# Spence's Tivo Thinks He is Gay



## Karl Foster (Mar 23, 2002)

Did anyone besides me watch "King of Queens" last night? Spence (a supporting character) got a Tivo, and was showing off to a friend how "intuitive" a Tivo is by recording his likes and dislikes. As he is reading down the list he comes across the following programs:

Priscilla, Queen of the Desert
The Greg Lougainis Story
Men's Ice Dancing
Judy Garland in Concert
Queer as Folk

At first it just seems like a shameless product placement, then Spence reads the list and exclaims - "Tivo thinks I'm Gay!" It was classic.


----------



## James_F (Apr 23, 2002)

My TiVo thinks I like Mexican Soap Operas. I'm actually thinking of getting into one.


----------



## gcutler (Mar 23, 2002)

That was a scene a few weeks ago on "Mind of the Married Man" on HBO. The main character tries to convince TiVo he isn't gay by recording all the stuff on Playboy and Skinemax. But then the wife thinks shes married to a pervert. I wonder whom stole the idea from whom?
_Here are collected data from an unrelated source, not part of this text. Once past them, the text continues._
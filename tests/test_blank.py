"""Empty tables for the author: they claim nothing, hold no value, and once filled in every cell is held against the circuit."""

from __future__ import annotations

import io
import re
import sys
from pathlib import Path

import pytest
from hypothesis import given, settings
from hypothesis import strategies as st

from calccheck import check_text
from calccheck.annotate.to_blank import blank_page
from calccheck.cli import main
from calccheck.model import Settings
from calccheck.read.sheet import read_sheet
from calccheck.source import Sheet

# By hand, each source alone: 12 V over 2 Ω + (3 Ω ∥ 6 Ω = 2 Ω): 6 V at b; 3 A into 2 Ω ∥ 3 Ω ∥ 6 Ω = 1 Ω: 3 V at b.
CIRCUIT = "reference g\nVs: 12 V, a to g\nR1: 2 Ω, a to b\nR2: 3 Ω, b to g\nR3: 6 Ω, b to g\nIs: 3 A, g to b\n"
BY_HAND = {
    "V_a": (12, 0, 12), "V_b": (6, 3, 9), "I_Vs": (-3, 1.5, -1.5), "I_R1": (3, -1.5, 1.5), "I_R2": (2, 1, 3),
    "I_R3": (1, 0.5, 1.5), "I_Is": (0, 3, 3),
}  # fmt: skip
TOTALS = {
    "V_Vs": 12, "P_Vs": -18, "V_R1": 3, "P_R1": 4.5, "V_R2": 9, "P_R2": 27, "V_R3": 9, "P_R3": 13.5, "V_Is": -9, "P_Is": -27,
}  # fmt: skip


def sheet(*circuits: str, names: tuple[str, ...] = ("",)) -> str:
    return "".join(f"```circuit {n}\n{c}```\n\n" for n, c in zip(names, circuits, strict=True))


def blank(text: str) -> str:
    return blank_page(read_sheet(Sheet("a.md", text), Settings()))


def rows(page: str) -> dict[str, list[str]]:
    """The cells of the tables by their quantity."""
    found = [
        line.strip().removeprefix("|").removesuffix("|").split("|")
        for line in page.split("\n")
        if line.startswith("| `")
    ]
    return {cells[0].strip(" `"): [c.strip() for c in cells[1:]] for cells in found}


def filled(page: str, values: dict[str, tuple[str, ...]]) -> str:
    """The page with values written into its cells, as the author would."""
    lines = []
    for line in page.split("\n"):
        quantity = line.partition("`")[2].partition("`")[0]
        if line.startswith("| `"):
            cells = line.split("|")
            cells[2 : 2 + len(values[quantity])] = [f" {v} " for v in values[quantity]]
            line = "|".join(cells)
        lines.append(line)
    return "\n".join(lines)


def with_unit(quantity: str, value: float) -> str:
    unit = {"V": "V", "I": "A", "P": "W"}[quantity[0]]
    return f"{value} {unit}" if value else f"0.0 {unit}"


def test_one_row_a_node_voltage_and_part_current_one_column_a_source():
    page = blank(sheet(CIRCUIT))
    assert list(rows(page)) == [*BY_HAND, *TOTALS]
    assert "| due to `Vs` | due to `Is` | total" in page
    assert all(cells == [""] * 3 for q, cells in rows(page).items() if q in BY_HAND)
    assert all(cells == [""] for q, cells in rows(page).items() if q in TOTALS)


def test_it_claims_nothing_and_holds_no_value():
    page = blank(sheet(CIRCUIT))
    report = check_text("a.md", sheet(CIRCUIT) + page)
    assert report.claims == () and report.clean
    assert not re.search(r"\d", re.sub(r"`[^`]*`", "", page))


def test_once_filled_in_by_hand_every_cell_is_checked():
    values = {q: tuple(with_unit(q, v) for v in every) for q, every in BY_HAND.items()}
    values |= {q: (with_unit(q, v),) for q, v in TOTALS.items()}
    report = check_text("a.md", sheet(CIRCUIT) + filled(blank(sheet(CIRCUIT)), values))
    assert len(report.claims) == 3 * len(BY_HAND) + len(TOTALS)
    assert report.counts["agrees"] == len(report.claims) and {j.basis for j in report.claims} == {"circuit"}


@given(st.sampled_from([(q, k) for q in BY_HAND for k in range(3)] + [(q, 0) for q in TOTALS]))
@settings(max_examples=31, deadline=None)
def test_a_wrong_number_in_any_cell_is_found(cell):
    values = {q: [with_unit(q, v) for v in every] for q, every in BY_HAND.items()}
    values |= {q: [with_unit(q, v)] for q, v in TOTALS.items()}
    quantity, k = cell
    values[quantity][k] = f"77.0{values[quantity][k][-2:]}"
    page = filled(blank(sheet(CIRCUIT)), {q: tuple(v) for q, v in values.items()})
    report = check_text("a.md", sheet(CIRCUIT) + page)
    assert [j.quantity.split()[0] for j in report.claims if j.verdict == "differs"] == [quantity]


def test_names_that_need_braces_and_several_circuits():
    text = sheet("Vs: 5 V, +5V to gnd\nR1: 1 kΩ, +5V to gnd\n", CIRCUIT, names=("feed", "bridge"))
    page = blank(text)
    assert "`V_{+5V} of feed`" in page and "`I_R2 of bridge`" in page
    five = dict.fromkeys(rows(page), ())
    five |= {
        "V_{+5V} of feed": ("5 V", "5.0 V"),
        "P_R1 of feed": ("25 mW",),
        "V_b of bridge": ("6.0 V", "3.0 V", "9.0 V"),
    }
    report = check_text("a.md", text + filled(page, five))
    assert [j.verdict for j in report.claims] == ["agrees"] * 6


def test_circuits_without_a_name_say_where_the_table_belongs():
    page = blank(sheet(CIRCUIT, CIRCUIT, names=("", "")))
    assert "Belongs below the circuit of line 2, above the next." in page
    assert "Belongs below the circuit of line 11, above the next." in page


def test_sources_of_several_frequencies_have_no_total():
    page = blank(sheet("reference g\nV1: 10 V, a to g\nV2: 5 V, b to a, 400 Hz\nR1: 1 kΩ, b to g\n"))
    assert "| due to `V1` | due to `V2` |\n" in page and "no common total" in page


def test_parts_with_several_terminals_by_their_nodes():
    page = blank(sheet("V1: 1 V, p to gnd\nU1: op-amp, plus p, minus o, out o\nRL: 1 kΩ, o to gnd\n"))
    assert "`I_{U1,o}`" in page and "V_U1" not in page and "P_U1" not in page


# --- the command ----------------------------------------------------------------------------------------------------


@pytest.fixture
def folder(tmp_path, monkeypatch):
    monkeypatch.chdir(tmp_path)
    return tmp_path


def run(capsys, *arguments: str) -> tuple[int, str, str]:
    status = main(arguments)
    shown = capsys.readouterr()
    return status, shown.out, shown.err


def test_the_command_prints_and_writes_nothing(folder, capsys):
    text = sheet(CIRCUIT)
    Path("a.md").write_text(text)
    assert run(capsys, "blank", "a.md") == (0, blank(text), "")
    assert [p.name for p in folder.iterdir()] == ["a.md"] and Path("a.md").read_text() == text


def test_standard_input(folder, capsys, monkeypatch):
    monkeypatch.setattr(sys, "stdin", io.TextIOWrapper(io.BytesIO(sheet(CIRCUIT).encode())))
    assert run(capsys, "blank", "-") == (0, blank(sheet(CIRCUIT)), "")


def test_a_circuit_that_cannot_be_read_is_told_in_place_of_tables(folder, capsys):
    Path("a.md").write_text(sheet(CIRCUIT.replace("R1: 2 Ω", "R1 2 Ω")))
    status, out, _ = run(capsys, "blank", "a.md")
    assert status == 1 and out.startswith("a.md:4:1: error: ") and "|" not in out


def test_a_sheet_without_a_circuit(folder, capsys):
    Path("a.md").write_text("# Nothing\n")
    status, out, err = run(capsys, "blank", "a.md")
    assert (status, out) == (2, "") and "no circuit stands in this sheet" in err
My TiVo thinks I like bad family sitcoms with Urkel or Bob Saget.

I friend had me tape a few shows to fill up an 8 hours tape of the playboy channel, and TiVo had a different opinion of me. I have been recording some appearances by Michael Moore about his new movie and now TiVo thinks I am a news junkie.


----------



## Richard King (Mar 25, 2002)

> I have been recording some appearances by Michael Moore ...... and now TiVo thinks I am a news junkie.


TiVo is totally confused in this case. It thinks you are a news junkie when it should think you are a fiction junkie.


----------